As one reads Revelation it is obvious it is universal in scope. It encompasses heaven and earth, the sea and land, and people and tribes from all nations. On the other hand, the Old Testament primarily focused in Israel and the nations surrounding it.


The Old Testament is the ethical underpinning of the New. Its specific, cultural and economic rules reveal principles of justice, fairness and compassion. Israel and her neighbours are continually rebuked for their cruelty, injustice, exploitation of the weak and marginalised, and idolatry. One thing that stands out is the clear association between environmental degradation and the idolatry and injustices practiced.  


When I reflect on the promises God made to Israel I know they could only be kept by a supernatural power, one Christians believe in. This leads me to believe the calamities that fell on Israel and her neighbours were the result of God withdrawing His supernatural protection. It is clear the resultant curses were meant to cause reflection and give opportunity for repentance.

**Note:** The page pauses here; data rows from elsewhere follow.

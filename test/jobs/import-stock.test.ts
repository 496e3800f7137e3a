import { afterAll, beforeAll, describe, expect, it } from 'vitest'
import { createImportSite, type ImportSite } from '../support/import-site'

let site: ImportSite
let bins: Record<string, string>

beforeAll(async () => {
  site = await createImportSite()
  const [crib] = await site
    .db('cribs')
    .insert({ code: 'MAIN', name: 'Main crib', time_zone: 'UTC' })
    .returning('id')
  const root = await site.db('locations').where({ crib_id: crib.id, kind: 'crib' }).first('id')
  const made = await site
    .db('locations')
    .insert(
      ['A1-01', 'A1-02'].map((code) => ({
        kind: 'bin',
        code,
        name: code,
        crib_id: crib.id,
        parent_id: root.id,
      })),
    )
    .returning(['id', 'code'])
  bins = Object.fromEntries(made.map(({ id, code }) => [code, id]))
  const rows = Array.from({ length: 9 }, (_, at) => `S-${at + 1},square,6,12,57,6,Lager,L-${at + 1}`)
  await site.committed({
    kind: 'cutters',
    content: ['code,form,dc,apmx,oal,dmm,maker,part number', ...rows].join('\n'),
  })
})
afterAll(() => site.close())

const head = 'Crib,Code,Where,Qty,Condition\n'

function balances(code: string) {
  return site
    .db('balances')
    .join('items', 'items.id', 'balances.item_id')
    .where({ code, is_outside: false })
    .orderBy('location_id')
    .select('location_id', 'condition', 'quantity')
}

describe('opening stock', () => {
  it('it posts what lies in the bins as adjustments, and the books balance', async () => {
    const content = `${head}MAIN,S-1,A1-01,5,new\nmain,s-1,a1-02,2,used\n,S-2,A1-02,7,\n`
    const done = await site.committed({ kind: 'stock', content })
    expect(done).toMatchObject({ state: 'committed', added: 3, rejectedCount: 0 })
    expect(await balances('S-1')).toEqual([
      { location_id: bins['A1-01'], condition: 'new', quantity: 5 },
      { location_id: bins['A1-02'], condition: 'used', quantity: 2 },
    ])
    const movements = await site.db('movements').select('kind', 'actor_id', 'note')
    expect(movements).toEqual(
      Array(3).fill({
        kind: 'adjustment',
        actor_id: site.actor.id,
        note: `Opening stock, import ${done.id}`,
      }),
    )
    const sums = await site.db('balances').groupBy('item_id').sum('quantity')
    expect(sums.map(({ sum }) => sum)).toEqual(['0', '0'])
  })

  it('it refuses an item that already has movements, so the same file changes nothing', async () => {
    const content = `${head}MAIN,S-3,A1-01,5,new\n`
    await site.committed({ kind: 'stock', content })
    const again = await site.checked({ kind: 'stock', content })
    expect(again).toMatchObject({ added: 0, changed: 0, rejectedCount: 1 })
    expect(again.rejected[0]).toMatchObject({ line: 2, column: 'Code', value: 'S-3' })
    expect(again.rejected[0]?.message).toContain('has movements already')
  })

  it('it refuses what it cannot place or count, each at its cell', async () => {
    const content = `${head}MAIN,S-4,B9,1,\nNORTH,S-4,A1-01,1,\nMAIN,NONE,A1-01,1,\nMAIN,S-4,A1-01,-1,\nMAIN,S-4,A1-01,1.5,\nMAIN,S-4,A1-01,,\nMAIN,S-4,MAIN,1,\nMAIN,S-4,A1-01,1,shiny\n`
    const checked = await site.checked({ kind: 'stock', content })
    expect(checked.rejected.map(({ column, value }) => [column, value])).toEqual([
      ['Where', 'B9'],
      ['Crib', 'NORTH'],
      ['Code', 'NONE'],
      ['Qty', '-1'],
      ['Qty', '1.5'],
      ['Qty', ''],
      ['Where', 'MAIN'],
      ['Condition', 'shiny'],
    ])
    expect(checked.rejected[6]?.message).toBe(
      'MAIN is a crib: only bins hold stock. Its 2 bins are A1-01 … A1-02.',
    )
  })

  it('it refuses the same item, bin and condition twice, and takes nothing for a quantity of 0', async () => {
    const content = `${head}MAIN,S-5,A1-01,1,new\nMAIN,S-5,A1-01,2,new\nMAIN,S-6,A1-01,0,new\n`
    const checked = await site.checked({ kind: 'stock', content })
    expect(checked).toMatchObject({ added: 0, unchanged: 1, rejectedCount: 2 })
    expect(checked.rejected[0]?.message).toBe('Line 3 gives the same item, bin and condition.')
  })

  it('it finds the item by maker and part number too', async () => {
    const content = 'Crib,Maker,Part number,Bin,Qty\nMAIN,lager,l-7,A1-01,4\n'
    expect(await site.committed({ kind: 'stock', content })).toMatchObject({ added: 1 })
    expect(await balances('S-7')).toHaveLength(1)
  })

  it('it checks again at the commit: an item that moved meanwhile is not posted over', async () => {
    const content = `${head}MAIN,S-8,A1-01,4,new\nMAIN,S-9,A1-01,4,new\n`
    const [first, second] = [
      await site.checked({ kind: 'stock', content }),
      await site.checked({ kind: 'stock', content }),
    ]
    await site.commit(first.id)
    await site.commit(second.id)
    await site.apply(first.id)
    await site.apply(second.id)
    expect(await site.get(second.id)).toMatchObject({ state: 'checked', added: 0, rejectedCount: 2 })
    expect((await site.get(second.id)).message).toContain('Nothing was changed.')
    expect(await balances('S-8')).toEqual([{ location_id: bins['A1-01'], condition: 'new', quantity: 4 }])
  })
})
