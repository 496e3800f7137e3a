import { AppError } from '@/lib/app-error'
import type { LocationResponse, UpdateLocationRequest } from '@/schemas/location'
import type { Actor } from '../../auth/actor'
import { db } from '../../db/connection'
import { createAuditEntry } from '../../db/stores/audit-store'
import { updateCrib } from '../../db/stores/crib-store'
import { findLockedLocation, updateLocation as writeLocation } from '../../db/stores/location-store'
import { inTransaction } from '../../db/transaction'
import { explainingLocationRefusals } from './explain-location-refusal'
import { readLocation } from './read-location'
import { refuseKeptLocation } from './refuse-kept-location'

/** Renames a location, moves it within its crib or brings it back. A crib is renamed itself, and its root follows. */
export async function updateLocation(
  actor: Actor,
  id: string,
  request: UpdateLocationRequest,
): Promise<LocationResponse> {
  return explainingLocationRefusals(request.code, () =>
    inTransaction(db(), async (trx) => {
      const location = refuseKeptLocation(await findLockedLocation(trx, id))
      const before = await readLocation(trx, id)
      if (before.version !== request.version) {
        throw new AppError('stale-version', 'Someone changed this location meanwhile.', {
          extra: { current: before },
        })
      }
      const { version: _, archivedAt, ...change } = request
      if (location.kind === 'crib' && location.cribId) {
        if (change.parentId !== undefined) refuseParent()
        await updateCrib(trx, location.cribId, change)
      } else {
        if (change.parentId !== undefined && location.parentId === null) refuseParent()
        await writeLocation(trx, id, { ...change, isRestored: archivedAt === null })
      }
      const after = await readLocation(trx, id)
      await createAuditEntry(trx, {
        actorId: actor.id,
        action:
          before.archivedAt !== null && after.archivedAt === null ? 'location-restored' : 'location-changed',
        entity: 'location',
        entityId: id,
        before,
        after,
      })
      return after
    }),
  )
}

function refuseParent(): never {
  const message = 'This stands in nothing.'
  throw new AppError('impossible', message, { errors: [{ path: 'parentId', message }] })
}
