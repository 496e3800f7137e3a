import { readdirSync, readFileSync } from 'node:fs'
import { afterAll, beforeAll, describe, expect, it } from 'vitest'
import type { ImportKind } from '@/schemas/import-fields'
import { createImportSite, type ImportSite } from '../support/import-site'

const folder = 'public/examples'
const examples: [file: string, kind: ImportKind, unit: 'mm' | 'in', items: number][] = [
  ['cutters-inch.csv', 'cutters', 'in', 22],
  ['cutters-mm-iso.csv', 'cutters', 'mm', 19],
  ['holders-by-segment.csv', 'holders', 'mm', 5],
  ['holders-one-row.csv', 'holders', 'in', 5],
  ['collets.csv', 'collets', 'mm', 17],
  ['extensions.csv', 'extensions', 'mm', 3],
  ['reorder-points.csv', 'reorderPoints', 'mm', 6],
  ['opening-stock.csv', 'stock', 'mm', 14],
]

let site: ImportSite
beforeAll(async () => {
  site = await createImportSite()
  await site.db('shop_settings').update({ currency: 'USD' })
  const [crib] = await site
    .db('cribs')
    .insert({ code: 'MAIN', name: 'Main crib', time_zone: 'UTC' })
    .returning('id')
  const root = await site.db('locations').where({ crib_id: crib.id, kind: 'crib' }).first('id')
  const codes = Array.from({ length: 12 }, (_, at) => `A1-${String(at + 1).padStart(2, '0')}`)
  const bins = codes.map((code) => ({ kind: 'bin', code, name: code, crib_id: crib.id, parent_id: root.id }))
  await site.db('locations').insert(bins)
})
afterAll(() => site.close())

describe('the example files', () => {
  it('it tries every file that lies in the folder', () => {
    expect(readdirSync(folder).sort()).toEqual(examples.map(([file]) => file).sort())
  })

  it.each(examples)('it takes %s as it is, every row and every column', async (file, kind, unit, items) => {
    const done = await site.committed({ kind, unit, content: readFileSync(`${folder}/${file}`) })
    expect(done.rejected).toEqual([])
    expect(done).toMatchObject({ state: 'committed', added: items })
    expect(done.columns.filter(({ field }) => field === null).map(({ heading }) => heading)).toEqual([])
  })

  it.each(examples.slice(0, -1))(
    'it changes nothing with %s a second time',
    async (file, kind, unit, items) => {
      const again = await site.checked({ kind, unit, content: readFileSync(`${folder}/${file}`) })
      expect(again).toMatchObject({ added: 0, changed: 0, unchanged: items, rejectedCount: 0 })
    },
  )
})
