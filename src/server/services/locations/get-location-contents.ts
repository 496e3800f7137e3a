import { AppError } from '@/lib/app-error'
import type { LocationContents } from '@/schemas/location'
import { db } from '../../db/connection'
import { findLocationContents } from '../../db/read-models/location-contents'

/** What lies in a location of the shop and in all that stands in it. */
export async function getLocationContents(id: string): Promise<LocationContents> {
  const contents = await findLocationContents(db(), id)
  if (!contents) throw new AppError('not-found', 'There is no such location.')
  return contents
}
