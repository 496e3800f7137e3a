import { idParamsSchema } from '@/schemas/fields'
import { importAcceptedResponseSchema, recheckImportRequestSchema } from '@/schemas/import'
import { route } from '@/server/http/route'
import { recheckImport } from '@/server/services/imports/recheck-import'

/** Reads the file again, by other columns or another unit. */
export const POST = route({
  access: 'keepCrib',
  params: idParamsSchema,
  body: recheckImportRequestSchema,
  answer: importAcceptedResponseSchema,
  status: 202,
  handle: ({ params, body }) => recheckImport(params.id, body),
})
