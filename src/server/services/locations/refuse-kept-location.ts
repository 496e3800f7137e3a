import type { LocationKind } from '@/core/stock/kinds'
import { AppError } from '@/lib/app-error'
import type { LocationRecord } from '../../db/stores/location-store'

const changedByHand: readonly LocationKind[] = ['crib', 'cabinet', 'drawer', 'bin', 'regrind', 'inTransit']

/** The location, where a person may change it: hands and machines follow theirs, the far ends of the books are nobody's. */
export function refuseKeptLocation(location: LocationRecord | null): LocationRecord {
  if (!location || ['supplier', 'scrap', 'countAdjustment'].includes(location.kind)) {
    throw new AppError('not-found', 'There is no such location.')
  }
  if (changedByHand.includes(location.kind)) return location
  throw new AppError('impossible', `This location follows its ${location.kind}: change that.`)
}
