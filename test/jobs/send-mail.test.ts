import { type ChildProcess, spawn } from 'node:child_process'
import type { Knex } from 'knex'
import { afterAll, afterEach, beforeAll, beforeEach, describe, expect, it } from 'vitest'
import { createMailSender } from '@/server/emails/mail-sender'
import { readMail } from '@/server/emails/read-mail'
import { addMember, setReorderPoint } from '../support/alerts'
import { type Books, createBooks, receive } from '../support/books'
import { soundCutter } from '../support/catalogue'
import { createTestDatabase, type TestDatabase } from '../support/database'
import {
  messageIdOf,
  type ScriptedMailServer,
  startScriptedMailServer,
} from '../support/scripted-mail-server'

let database: TestDatabase
let db: Knex
let books: Books
let server: ScriptedMailServer
let sendDueMail: typeof import('@/server/services/mail/send-due-mail').sendDueMail
let closeDb: () => Promise<void>

const from = 'Leadline <crib@leadline.example>'
const impatient = { connectionMs: 300, greetingMs: 300, silenceMs: 300 }

beforeAll(async () => {
  database = await createTestDatabase()
  db = database.db
  Object.assign(process.env, {
    DATABASE_URL: database.url,
    DATA_DIR: '.',
    SESSION_SECRET: 'a secret for tests that is long enough',
    LOG_LEVEL: 'silent',
    PUBLIC_URL: 'http://crib.leadline.example',
  })
  ;({ sendDueMail } = await import('@/server/services/mail/send-due-mail'))
  ;({ closeDb } = await import('@/server/db/connection'))
})
afterAll(async () => {
  await closeDb()
  await database.drop()
})

beforeEach(async () => {
  await db('outbox').delete()
  books = await createBooks(db)
  await addMember(db, books.cribId, books.userId)
  await receive(db, books, 5)
  server = await startScriptedMailServer()
})
afterEach(() => server.close())

const send = () => sendDueMail(createMailSender(server.url, from, impatient))
const outbox = () => db('outbox').orderBy('id')
/** The wait is over: what was put off is due. */
const later = () => db('outbox').whereNull('sent_at').update({ next_attempt_at: db.fn.now() })
const goLow = () => setReorderPoint(db, books, 5)

describe('a mail of the outbox', () => {
  it('arrives whole, once, and is noted as sent', async () => {
    await goLow()
    await send()
    await send()
    expect(server.received).toHaveLength(1)
    const [row] = await outbox()
    expect(row).toMatchObject({ attempts: 1, last_error: null })
    expect(row.sent_at).toBeInstanceOf(Date)
    const mail = await readMail(Buffer.from(server.received[0] ?? ''))
    const item = await db('items').where('id', books.itemId).first('code')
    expect(mail.messageId).toBe(row.message_id)
    expect(mail.subject).toContain(item.code)
    for (const said of [item.code, 'A1', `http://crib.leadline.example/cutters/${books.itemId}`]) {
      expect(mail.text).toContain(said)
      expect(mail.html).toContain(said)
    }
  })

  it('says what an item without a description is by its form and diameter', async () => {
    await db('cutters').insert({ item_id: books.itemId, ...soundCutter, cutting_diameter_mm: 6 })
    await goLow()
    await send()
    const mail = await readMail(Buffer.from(server.received[0] ?? ''))
    expect(mail.text).toContain(': Square end mill 6 mm\n')
  })

  it('goes to each member in a mail of its own', async () => {
    const [second] = await db('users')
      .insert({ email: `m-${books.itemId}@leadline.example`, name: 'Bea Holm', role: 'machinist' })
      .returning('id')
    await addMember(db, books.cribId, second.id)
    await goLow()
    await send()
    expect(server.received).toHaveLength(2)
    expect(new Set(server.received.map(messageIdOf)).size).toBe(2)
    const named = server.received.map((mail) => /^to:\s*(.+)$/im.exec(mail)?.[1]?.trim()).sort()
    expect(named).toEqual((await outbox()).map((row) => row.recipient).sort())
  })

  it.each([
    ['later', 'unharmed by a server that says not now', '451'],
    ['refuse', 'unharmed by a server that does not know the mailbox', '550'],
    ['refuseContent', 'unharmed by a server that turns the whole mail back', '554'],
  ] as const)('waits (%s), %s, and says why', async (behaviour, _, code) => {
    server.script(behaviour)
    await goLow()
    await send()
    const [row] = await outbox()
    expect(row).toMatchObject({ attempts: 1, sent_at: null })
    expect(row.last_error).toContain(code)
    expect(row.next_attempt_at.getTime()).toBeGreaterThan(Date.now() + 5000)
    await send()
    expect(server.connections).toBe(1)
    await later()
    await send()
    expect((await outbox())[0].sent_at).toBeInstanceOf(Date)
    expect(messageIdOf(server.received.at(-1) ?? '')).toBe(row.message_id)
  })

  it('is not held up by another that is refused', async () => {
    server.script('refuse')
    await addMember(db, books.secondCribId, books.userId)
    await goLow()
    await setReorderPoint(db, books, 0, { cribId: books.secondCribId })
    await send()
    expect((await outbox()).map((row) => row.sent_at !== null)).toEqual([false, true])
  })

  it.each(['stall', 'dropInTheMiddle'] as const)(
    'is tried again after a connection that fails (%s), and comes once',
    async (behaviour) => {
      server.script(behaviour)
      await goLow()
      await send()
      expect((await outbox())[0]).toMatchObject({ attempts: 1, sent_at: null })
      expect(server.received).toEqual([])
      await later()
      await send()
      await later()
      await send()
      expect(server.received).toHaveLength(1)
    },
  )

  it.each(['dropAfterDot', 'stallAfterDot'] as const)(
    'comes twice only after the last byte went and no answer came (%s), under one Message-ID',
    async (behaviour) => {
      server.script(behaviour)
      await goLow()
      await send()
      expect((await outbox())[0]).toMatchObject({ attempts: 1, sent_at: null })
      await later()
      await send()
      await later()
      await send()
      expect(server.received).toHaveLength(2)
      expect(new Set(server.received.map(messageIdOf)).size).toBe(1)
    },
  )

  it('outlasts a server that is away, and arrives when it is back', async () => {
    await server.close()
    await goLow()
    for (let tries = 0; tries < 3; tries += 1) {
      await send()
      await later()
    }
    expect((await outbox())[0]).toMatchObject({ attempts: 3, sent_at: null })
    server = await startScriptedMailServer(Number(new URL(server.url).port))
    await send()
    expect(server.received).toHaveLength(1)
    expect((await outbox())[0].sent_at).toBeInstanceOf(Date)
  })

  it('is sent once by three workers that look at the same moment', async () => {
    await addMember(db, books.secondCribId, books.userId)
    await goLow()
    await setReorderPoint(db, books, 0, { cribId: books.secondCribId })
    await Promise.all([send(), send(), send()])
    expect(server.received).toHaveLength(2)
    expect((await outbox()).every((row) => row.sent_at !== null)).toBe(true)
  })
})

describe('the worker', () => {
  let worker: ChildProcess | undefined

  const start = (settings: Record<string, string>) =>
    spawn(process.execPath, ['--conditions=react-server', '--import', 'tsx', 'src/server/worker.ts'], {
      env: { ...process.env, ...settings },
      stdio: 'ignore',
    })
  const killed = async () => {
    const running = worker
    worker = undefined
    if (!running || running.exitCode !== null || running.signalCode !== null) return
    const gone = new Promise((resolve) => running.once('exit', resolve))
    running.kill('SIGKILL')
    await gone
  }
  afterEach(killed)

  async function until(condition: () => Promise<boolean> | boolean, what: string): Promise<void> {
    const end = Date.now() + 40_000
    while (!(await condition())) {
      if (Date.now() > end) throw new Error(`waited in vain: ${what}`)
      await new Promise((resolve) => setTimeout(resolve, 100))
    }
  }

  it('sends by itself; killed while a mail is on the wire, the next one sends it under the same Message-ID', async () => {
    const settings = { SMTP_URL: server.url, MAIL_FROM: from }
    server.script('stallAfterDot')
    await goLow()
    worker = start(settings)
    await until(() => server.received.length === 1, 'the mail is on the wire')
    await killed()
    expect((await outbox())[0]).toMatchObject({ attempts: 0, sent_at: null })
    worker = start(settings)
    await until(async () => (await outbox())[0].sent_at !== null, 'the mail is sent')
    expect(server.received).toHaveLength(2)
    expect(new Set(server.received.map(messageIdOf)).size).toBe(1)
  })

  it('catches mail itself where no server is set, and keeps it to be read', async () => {
    worker = start({ SMTP_URL: '', MAIL_FROM: '' })
    await goLow()
    await until(async () => (await outbox())[0].sent_at !== null, 'the mail is caught')
    const [row] = await outbox()
    const caught = await db('caught_mails').where('message_id', row.message_id)
    expect(caught).toHaveLength(1)
    expect(caught[0].recipients).toEqual([row.recipient])
    expect((await readMail(caught[0].source)).text).toContain('has fallen to its reorder point')
  })
})
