import { type ChildProcess, spawn } from 'node:child_process'
import { readFileSync } from 'node:fs'
import { afterAll, beforeAll, expect, it } from 'vitest'
import { createImportSite, type ImportSite } from '../support/import-site'

const rowCount = 100_000
const growthLimitMb = 250
const patienceMs = 180_000

let site: ImportSite
let worker: ChildProcess

beforeAll(async () => {
  site = await createImportSite()
  const argv = ['--conditions=react-server', '--import', 'tsx', 'src/server/worker.ts']
  worker = spawn(process.execPath, argv, {
    env: { ...process.env, LOG_LEVEL: 'info' },
    stdio: ['ignore', 'pipe', 'inherit'],
  })
  await new Promise<void>((resolve) => {
    worker.stdout?.on('data', (text: Buffer) => {
      if (text.includes('worker ready')) resolve()
    })
  })
})
afterAll(async () => {
  worker.kill('SIGKILL')
  await site.close()
})

/** Resident memory now and at its highest, from Linux itself. */
function memoryMb(): { now: number; highest: number } {
  const status = readFileSync(`/proc/${worker.pid}/status`, 'utf8')
  const of = (name: string) => Number(new RegExp(`${name}:\\s+(\\d+)`).exec(status)?.[1]) / 1024
  return { now: of('VmRSS'), highest: of('VmHWM') }
}

function* bigFile(): Generator<string> {
  const notes = Array.from({ length: 8 }, (_, at) => `Note ${at + 1}`)
  yield `Tool #,Description,Mfr,Mfr P/N,Type,Dia (mm),Corner Rad.,LOC,Flute Len,Neck Dia,LU,OAL,Shank Dia,# Flutes,Material,Price,RPMX,${notes.join()}`
  for (let at = 0; at < rowCount; at += 1) {
    yield `\r\nBIG-${at},"End mill, number ${at} of a long list",Norrhult,N-${at},Corner radius,${6 + (at % 7)},0.5,12.5,14,5.5,30,72,6,4,Carbide,18.50,18000,${at},b,c,d,e,f,g,a longer note about ${at}`
  }
}

it(`it reads ${rowCount} rows of 25 columns while the worker grows by at most ${growthLimitMb} MB`, async () => {
  const before = memoryMb()
  const id = await site.upload({ kind: 'cutters', unit: 'mm', content: [...bigFile()].join('') })
  const end = Date.now() + patienceMs
  while ((await site.get(id)).state === 'reading' && Date.now() < end) {
    await new Promise((resolve) => setTimeout(resolve, 500))
  }
  expect(await site.get(id)).toMatchObject({
    state: 'checked',
    rows: rowCount,
    added: rowCount,
    rejectedCount: 0,
  })
  expect(memoryMb().highest - before.now).toBeLessThan(growthLimitMb)
  process.stdout.write(`worker grew by ${Math.round(memoryMb().highest - before.now)} MB\n`)
}, 200_000)
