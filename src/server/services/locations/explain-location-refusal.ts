import { AppError } from '@/lib/app-error'
import {
  brokenConstraint,
  databaseErrorCode,
  isUniqueViolation,
  ledgerErrorCodes,
} from '../../db/database-errors'

const sentences: Record<string, string> = {
  locations_ranks_of_tree: 'A cabinet stands in a crib, a drawer in a crib or cabinet, a bin in any of them.',
  locations_parent_in_use: 'Where it should stand is archived: bring that back first.',
  locations_parent_in_crib: 'A location stays in its crib.',
}

/** Runs a change of locations and says in a sentence what the database has against it. */
export async function explainingLocationRefusals<Answer>(
  code: string | undefined,
  work: () => Promise<Answer>,
): Promise<Answer> {
  try {
    return await work()
  } catch (error) {
    if (
      isUniqueViolation(error, 'locations_crib_id_code_idx') ||
      isUniqueViolation(error, 'cribs_code_idx')
    ) {
      throw new AppError('code-taken', `The code ${code ?? 'given'} is taken.`, {
        errors: [{ path: 'code', message: 'Another location has this code.' }],
      })
    }
    if (databaseErrorCode(error) === ledgerErrorCodes.stillInUse) {
      throw new AppError(
        'still-in-use',
        'There is stock in it, or something that is still in use stands in it.',
      )
    }
    const sentence = sentences[brokenConstraint(error) ?? '']
    if (sentence)
      throw new AppError('impossible', sentence, { errors: [{ path: 'parentId', message: sentence }] })
    throw error
  }
}
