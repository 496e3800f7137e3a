import { CoreInputError } from '@/core/core-input-error'
import { binCodes } from '@/core/stock/bin-codes'
import { AppError } from '@/lib/app-error'
import type { CreateLocationPatternRequest, LocationPatternResponse } from '@/schemas/location'
import type { Actor } from '../../auth/actor'
import { type Database, db } from '../../db/connection'
import { createAuditEntry } from '../../db/stores/audit-store'
import { createLocations, findLockedLocation, listTakenCodes } from '../../db/stores/location-store'
import { inTransaction } from '../../db/transaction'
import { explainingLocationRefusals } from './explain-location-refusal'

const namedAtMost = 5

/** Adds a wall of bins at once: all of them or, where a code is taken, none. */
export async function createLocationPattern(
  actor: Actor,
  request: CreateLocationPatternRequest,
): Promise<LocationPatternResponse> {
  const codes = codesOf(request)
  return explainingLocationRefusals(codes[0], () =>
    inTransaction(db(), async (trx) => {
      const parent = await findLockedLocation(trx, request.parentId)
      if (!parent?.cribId || parent.kind === 'bin') {
        const message = parent
          ? 'Only a crib, cabinet or drawer has bins in it.'
          : 'There is no such location.'
        throw new AppError('impossible', message, { errors: [{ path: 'parentId', message }] })
      }
      await refuseTaken(trx, parent.cribId, codes)
      const { cribId, id: parentId } = parent
      await createLocations(
        trx,
        codes.map((code) => ({ kind: 'bin', code, name: `Bin ${code}`, cribId, parentId })),
      )
      await createAuditEntry(trx, {
        actorId: actor.id,
        action: 'locations-added',
        entity: 'location',
        entityId: parentId,
        after: { parent: parent.code, codes },
      })
      return { added: codes.length, codes }
    }),
  )
}

function codesOf({ first, last }: CreateLocationPatternRequest): string[] {
  try {
    return binCodes(first, last)
  } catch (error) {
    if (!(error instanceof CoreInputError)) throw error
    const { path, message } = error
    throw new AppError('impossible', message, { errors: [{ path, message }] })
  }
}

async function refuseTaken(trx: Database, cribId: string, codes: string[]): Promise<void> {
  const taken = await listTakenCodes(trx, cribId, codes)
  if (taken.length === 0) return
  const named = taken.slice(0, namedAtMost).join(', ')
  const more = taken.length > namedAtMost ? ` and ${taken.length - namedAtMost} more` : ''
  const message = `Taken in this crib already, archived ones included: ${named}${more}. Nothing was added.`
  throw new AppError('code-taken', message, { errors: [{ path: 'first', message }] })
}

I see Revelation in much the same way as the OT. God's promises require a response. If we disobey we reap the results. If we obey, He blesses and protects. In fact, in the OT God states He will not bring harm if the evil repent, or good if the good turn away (see Ezekiel 18). Obviously there are things in there that are unconditional, such as the return of Jesus to usher in the reign of everlasting righteousness. There is also the call to come apart from all that is exploitative, destructive and evil, to follow God’s way and not Satan’s. So we must conclude there is opportunity for universal repentance, for accepting God’s forgiveness, and avoiding the consequences of our rebellion.


God does not change (Malachi 3:6). He always has, and always will, require us ‘to do what is right, to love mercy, and walk humbly with God’ (Micah 6:8).


I believe the symbolism of Revelation is meant to cause us to reflect on those Old Testament themes it reflects. It allows, or even mandates, us to recast the Old Testament prophetic call to all the world. Surely God wants the world to see the sharp contrast between that which He intended and that which we have created by walking away from Him.


It was God’s intent that Israel would be the model for the world, the nation through which the supremacy of His way stood out. We see this in Deuteronomy 4:5-8:


Look, I now teach you these decrees and regulations just as the Lord my God commanded me, so that you may obey them in the land you are about to enter and occupy.  Obey them completely, and you will display your wisdom and intelligence among the surrounding nations. When they hear all these decrees, they will exclaim, ‘How wise and prudent are the people of this great nation!’  For what great nation has a god as near to them as the Lord our God is near to us whenever we call on him? And what great nation has decrees and regulations as righteous and fair as this body of instructions that I am giving you today?


Has the time come for the the Church, the people of God, to ‘prophesy again about many peoples, nations, languages, and kings’ (Rev.10:11)?